L'atmosfera di quei tempi passati, l'ho ritrovata incredibilmente oggi, presso la mia università. L'iniziativa, dal nome simpatico (ma anche un po' inquietante, nello scoprire ancora una volta quale sia l'influenza televisiva su tutto) di H-Factor, era volta a dar credito alla facoltà umanistica, nei suoi sbocchi lavorativi. Quali sono le possibilità che si aprono per i laureati; quali possono essere i punti d'incontro con le aziende, quali i pregi in genere degli umanisti? Pare un normale incontro orientativo, come molti se ne hanno nelle università, ed ancor prima proprio nei licei. In realtà è il tentativo, difficile, di far comprendere che una laurea in Lettere non significa, a prescindere, un antipasto al sussidio di disoccupazione. E' una crociata che, nei mille dialoghi avuti a riguardo, porto avanti da molto tempo; avere un supporto da chi non si è nutrito di soli sogni, ma anche di pane conquistato da vero-lavoro, è stato il primo aspetto della giornata di oggi.
In pratica: durante la giornata si sono alternati diversi relatori, ognuno portatore (più o meno sano) di una laurea umanistica. Sono stati loro, forti di un'esperienza decennale, a farsi testimoni di come anche il laureato in Lettere può lavorare. Ed ancor più: essere apprezzato, ed aver successo.
Grazie a Alida Caramagno, archivista, Paolo Di Stefano, giornalista de Il Corriere della Sera, e Patricia Chendi, editor di Sonzogno (tutte persone che, più o meno, fanno lavori vicini ai miei sogni), son riuscito  finalmente a capire cosa dovrò rispondere a chi mi chiederà cosa voglio fare nella vita - spesso con un tono sprezzante, e mezzo-retorico -. 
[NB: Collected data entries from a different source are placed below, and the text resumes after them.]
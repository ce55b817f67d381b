"""Twenty kills at random moments; the default suite runs two."""

import sys
from pathlib import Path

import pytest

sys.path.insert(0, str(Path(__file__).parents[1] / "study"))
from test_ledger import kill_and_resume


@pytest.mark.slow
def test_twenty_kills_lose_no_finished_unit(tmp_path: Path) -> None:
    for seed in range(4):
        kill_and_resume(tmp_path / str(seed), kills=5, seed=10 + seed)
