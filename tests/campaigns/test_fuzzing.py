"""Damaged files by the thousand: read, or refused with a reason, a place and a way out.

Each case is used under a memory and a time limit. The default suite runs a short slice of the same
strategies (``tests/house/test_damaged_files.py``).
"""

from __future__ import annotations

import sys
from pathlib import Path
from typing import Any

import pytest
from damaged_files import (
    damaged_dictionaries,
    damaged_ledgers,
    damaged_niftis,
    damaged_protocols,
    damaged_tables,
)
from limits import MIB, campaign
from small_study import write_small_study
from using_files import (
    use_dictionary,
    use_ledger,
    use_nifti,
    use_protocol,
    use_table,
)

pytestmark = pytest.mark.slow

CAMPAIGNS: dict[str, tuple[Any, Any, int]] = {
    "scans": (damaged_niftis(), use_nifti, 10_000),
    "protocols": (damaged_protocols(), use_protocol, 10_000),
    "pattern files": (damaged_tables(), use_table, 2_000),
    "dictionaries": (damaged_dictionaries(), use_dictionary, 2_000),
    "ledgers": (damaged_ledgers(), use_ledger, 2_000),
}


@pytest.mark.parametrize("kind", CAMPAIGNS)
def test_damaged_files_are_read_or_refused(kind: str, tmp_path: Path) -> None:
    strategy, use, count = CAMPAIGNS[kind]
    if kind == "protocols":
        write_small_study(tmp_path, scans=1, shape=(20, 24, 16))
    # a scan or a plan that was read goes on to be worked on; reading itself has 64 MiB
    memory = (512 if kind in ("scans", "protocols") else 64) * MIB
    counts, faults = campaign(strategy, use, tmp_path, count=count, memory=memory)
    print(f"\n{kind}: {dict(counts)}", file=sys.stderr)
    (tmp_path / "faults.txt").write_text("\n\n".join(faults))
    heads = sorted({fault.split("\ncase: ")[0].splitlines()[-1][:200] for fault in faults})
    assert not faults, f"see {tmp_path}/faults.txt: {heads}"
"Io voglio fare l'umanista"

E cioè? non lo so ancora, ma ho ancora una vita per capirlo. E il giorno in cui arriverò a quello sbocco professionale, chissà dove sarà quel tale che mi chiedeva, con curiosità polemica, del mio futuro. Chissà se mi ricorderò ancora di lui, e lui di me.

PS: intanto, io un biglietto da visita me lo son portato a casa. Chissà che.. no beh, meglio non dar ordini al destino!